Cross-portfolio applicability
Same framework lifts to dogwood, audrey, client engagements as soon as each site has:
- A GSC property registered
- The toolkit’s local health audits running (*_content_breadth_audit, *_body_image_coverage, etc.)
The script’s interface is brand-agnostic: --repo, --csv, --audits-dir. The framework portability claim earns its keep once we run it on a second site.
Open design questions (decide when unparking)
- CSV vs API for V1. CSV is faster to ship (~2 hours) and validates the alignment logic. API is the right long-term shape (~half-day). Recommend CSV-first.
- Alignment thresholds. “Stub + crawled-not-indexed” = clear agreement. But what about “brief + crawled-not-indexed” — agreement or partial? Calibration needed on a 100-page sample.
- Time-series granularity. Once API lands: daily ingest? Weekly? GSC’s data is itself lagging by days, so weekly is probably sufficient.

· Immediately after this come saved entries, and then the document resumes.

// encHandModel is a one-tree model small enough to write out byte by byte. It uses a NaN
// with a payload and a −0, which must survive.
func encHandModel() *Model {
	p := DefaultParams(MethodBagging)
	p.Task, p.Trees = Regression, 1
	return &Model{
		Method: MethodBagging, Task: Regression, Target: "y", Rows: 4, Params: p,
		Features: []FeatureInfo{{Name: "x", Kind: Numeric, Binning: Binning{
			Kind: Numeric, Upper: []float64{1.5, math.Inf(1)}, Counts: []float64{0, 2, 2},
		}}},
		Trees: []*Tree{{
			Nodes: []Node{
				{Threshold: 1.5, Left: 1, LevelSet: -1, DefaultLeft: true},
				{Left: -1, LevelSet: -1},
				{Left: -1, LevelSet: -1},
			},
			Gain: []float64{4, 0, 0}, Cover: []float64{4, 2, 2}, Value: []float64{2, 1, 3}, Width: 1,
		}},
		OOB: &OOB{
			Votes: []int32{1, 0, 1, 0}, Value: []float64{1, math.Float64frombits(0x7ff8_0000_dead_beef), 3, math.NaN()},
			Metrics: []Metric{{"mse", 0.5}}, Curve: []float64{0.5}, CurveMetric: "mse", Scored: 2,
		},
		Importance: Importance{Impurity: []float64{1}, Permutation: []float64{math.Copysign(0, -1)}},
	}
}

// encField is one named field of a hand-written encoding.
type encField struct {
	name string
	b    []byte
}

func encUv(v uint64) []byte { return binary.AppendUvarint(nil, v) }
func encSv(v int64) []byte  { return binary.AppendVarint(nil, v) }
func encStr(s string) []byte {
	return append(encUv(uint64(len(s))), s...)
}
func encF64(vs ...float64) []byte {
	var b []byte
	for _, v := range vs {
		b = binary.LittleEndian.AppendUint64(b, math.Float64bits(v))
	}
	return b
}
func encJoin(parts ...[]byte) []byte { return bytes.Join(parts, nil) }

// encHandSections is encHandModel's encoding, written from the layout table in encode.go.
func encHandSections() [][]encField {
	node := func(n string, flags byte, left uint64, rest ...[]byte) []encField {
		return []encField{{n + ".flags", []byte{flags}}, {n + ".left", encUv(left)}, {n + ".feature", encUv(0)},
			{n + ".level_set", encUv(0)}, {n + ".rest", encJoin(rest...)}}
	}
	trees := []encField{{"trees", encUv(1)}, {"t.nodes", encUv(3)}, {"t.level_sets", encUv(0)}}
	trees = append(trees, node("n0", 7, 1, encF64(1.5), encF64(4), encF64(4), encF64(2))...)
	trees = append(trees, node("n1", 0, 0, encF64(2), encF64(1))...)
	trees = append(trees, node("n2", 0, 0, encF64(2), encF64(3))...)
	return [][]encField{
		{{"method", encStr("bagging")}, {"task", encStr("regression")}, {"target", encStr("y")}, {"rows", encUv(4)}, {"classes", encUv(0)}},
		{{"p.method", encStr("bagging")}, {"p.task", encStr("regression")}, {"p.impurity", encStr("")},
			{"p.trees", encSv(1)}, {"p.max_depth", encSv(0)}, {"p.min_leaf", encF64(1)}, {"p.min_gain", encF64(0)},
			{"p.features_per_split", encF64(0)}, {"p.row_fraction", encF64(1)}, {"p.with_replacement", []byte{1}},
			{"p.bins", encSv(255)}, {"p.seed", encUv(1)}, {"p.permutation_rows", encSv(10000)},
			{"p.loss", encStr("")}, {"p.learning_rate", encF64(0)}, {"p.leaf_penalty", encF64(0)},
			{"p.holdout_fraction", encF64(0)}, {"p.patience", encSv(0)},
			{"p.quantile", encF64(0)}, {"p.exposure", encStr("")}, {"p.ridge", encF64(0)}, {"p.leaf_limit", encSv(0)}},
		{{"features", encUv(1)}, {"f.name", encStr("x")}, {"f.kind", []byte{1}}, {"f.levels", encUv(0)},
			{"f.upper", encJoin(encUv(3), encF64(1.5, math.Inf(1)))}, {"f.level_bins", encUv(0)}, {"f.counts", encJoin(encUv(4), encF64(0, 2, 2))}},
		trees,
		{{"o.votes", encJoin(encUv(5), encUv(1), encUv(0), encUv(1), encUv(0))},
			{"o.value", encJoin(encUv(5), encF64(1), binary.LittleEndian.AppendUint64(nil, 0x7ff8_0000_dead_beef), encF64(3, math.NaN()))},
			{"o.metrics", encJoin(encUv(2), encStr("mse"), encF64(0.5))}, {"o.curve", encJoin(encUv(2), encF64(0.5))},
			{"o.curve_metric", encStr("mse")}, {"o.scored", encUv(2)}},
		{{"imp.impurity", encJoin(encUv(2), encF64(1))}, {"imp.permutation", encJoin(encUv(2), encF64(math.Copysign(0, -1)))},
			{"imp.permutation_std", encUv(0)}},
		{}, // not boosted
		{}, // not AdaBoost
		{}, // not linear
		{}, // not a blend
	}
}
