package forest

import (
	"cmp"
	"errors"
	"math"
	"math/rand/v2"
	"slices"
	"sync"
	"sync/atomic"
)

// errStopped is returned by a grower whose training was cancelled.
var errStopped = errors.New("forest: training stopped")

// trainSet is the binned, read-only view of a data set that growers share.
type trainSet struct {
	rows int
	// The bins of every cell, row-major (a row's bins share a cache line, so one node
	// pass reads each row once for all drawn features); one byte per cell when every
	// feature has at most 256 bins, else two (mat16).
	mat8  []uint8
	mat16 []uint16
	// The same bins column by column (col8 or col16, by feature), for the partition.
	col8     [][]uint8
	col16    [][]uint16
	features int
	bins     []Binning
	task     Task
	classes  int
	ycls     []int32   // classification target
	yreg     []float64 // regression target
	// stat is the histogram width per bin: class weights, or (W, Σwy).
	stat int
	// width of a node's totals: class weights, or (W, Σwy, Σwy²).
	totalWidth int
	score      func([]float64) float64
	impurity   Impurity
	// newton marks boosting's statistics: per bin (H, S, N) = (Σwh, −Σwg, Σw) and node
	// totals (H, S, N, Σwh·(g/h)²), so that leaf sizes (MinLeaf) count row weight N while
	// gains and values use the hessian H. rowWeight holds w per row (nil: all ones).
	newton    bool
	rowWeight []float64
	// minHessian is the least H of a boosted leaf (0: none); see the constant.
	minHessian float64
	// penalty is the L2 penalty λ on leaf values (boosting): a node scores S²/(H+λ)
	// (score and scanNewton) and its value is S/(H+λ) (setValue). Zero elsewhere, which
	// leaves the plain squared-error mean unchanged.
	penalty float64
}

// weightOf is the weight held by histogram statistics s.
func (ts *trainSet) weightOf(s []float64) float64 {
	if ts.newton {
		return s[2]
	}
	if ts.task == Regression {
		return s[0]
	}
	w := 0.0
	for _, v := range s {
		w += v
	}
	return w
}

// growConfig holds the stopping rules of one training run.
type growConfig struct {
	maxDepth int // 0: unlimited
	minLeaf  float64
	minGain  float64 // share of the root weight
	drawn    int     // features drawn per split
	// leafLimit, when above 0, grows trees best first up to this many leaves.
	leafLimit int
	// threads splits the drawn features of large nodes between goroutines (boosting,
	// whose rounds run one at a time). Each bin's sum still runs over the rows in order,
	// so the histograms are the same on any number of threads.
	threads int
}

// pending is a node waiting on the grower's stack; its rows are rows[start:end].
type pending struct {
	node       int32
	start, end int32
	depth      int32
	hist       int32 // index of its ready histograms in grower.pool, or -1
}

// catEntry is one value bin of a categorical feature at a node, with its sort key.
type catEntry struct {
	bin int
	key float64
}
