// Without key :=, rows are keyed by their position in the source: the same rows as
// with key := 'id' once each id is replaced by its row's position (gen is stored in id
// order), for explanations, reasons and individual curves.
func TestExplainSQLPositionKey(t *testing.T) {
	h := openHost(t)
	db := h.DB()
	exTable(t, db)
	bsTrain(t, db, "cls", "SELECT "+exFeatures+", y_binary FROM gen", "target := 'y_binary', trees := 3")
	bsTrain(t, db, "reg", "SELECT "+exFeatures+", y_value FROM gen", "target := 'y_value', trees := 3")
	pos := "(SELECT id, row_number() OVER (ORDER BY id) AS k FROM gen) p"
	for _, q := range [][2]string{
		{"SELECT key, output, feature, contribution FROM copse_explain('cls', 'gen')",
			"SELECT p.k, e.output, e.feature, e.contribution FROM copse_explain('cls', 'gen', key := 'id') e JOIN " + pos + " ON p.id = e.key"},
		{"SELECT key, rank, feature, contribution FROM copse_reasons('reg', 'gen', toward := 'high')",
			"SELECT p.k, e.rank, e.feature, e.contribution FROM copse_reasons('reg', 'gen', toward := 'high', key := 'id') e JOIN " + pos + " ON p.id = e.key"},
		{"SELECT key, point, prediction FROM copse_dependence('reg', 'gen', 'x1', individual := true)",
			"SELECT p.k, e.point, e.prediction FROM copse_dependence('reg', 'gen', 'x1', individual := true, key := 'id') e JOIN " + pos + " ON p.id = e.key"},
	} {
		n := trRows(t, db, "SELECT count(*) FROM ("+q[0]+")")
		diff := trRows(t, db, "SELECT count(*) FROM (("+q[0]+") EXCEPT ALL ("+q[1]+")) UNION ALL SELECT count(*) FROM (("+q[1]+") EXCEPT ALL ("+q[0]+"))")
		if n[0][0] == "0" || diff[0][0] != "0" || diff[1][0] != "0" {
			t.Errorf("%s: %s rows, %v differ from the key := 'id' rows", q[0], n[0][0], diff)
		}
	}
}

- Output surface. Markdown report (sync to devreports per existing pattern) is the right v1. A dashboard card row (similar to Site Health) could land in v2.
Sibling memories
feedback_audit_first_then_batch.md— same shape applied to GSC: audit + classify + align BEFORE recommending rewrites.feedback_window_toggles_are_high_value.md+feedback_smoothed_area_chart_over_time.md— the time-series view when API lands.feedback_state_emerges_from_data.md— alignment categorization derived from existing signals, not manual tagging.project_bulk_content_cleanup_pipeline_parked.md— sibling sketch; both are “structured ingest of messy external data + audit-driven decisions about what to do.”user_oss_fit_growth_applicability_audit.md— same audit-framework stance applied to OSS evaluation. Markers-from-Google is the SEO-vendor analogue.
Resume conditions
- ✅ Day-7 GSC re-check (2026-05-25) shows the predicted noindex drop — validates the hypothesis + makes the residue actionable.
- ✅ Dan wants weekly automated benchmark runs (would trigger GSC API OAuth setup work).
- ✅ A new portfolio brand or client engagement gets to “first GSC indexing audit” state.
- Earliest qualifying trigger gets the V1 build (CSV-first); subsequent triggers exercise the cross-site portability.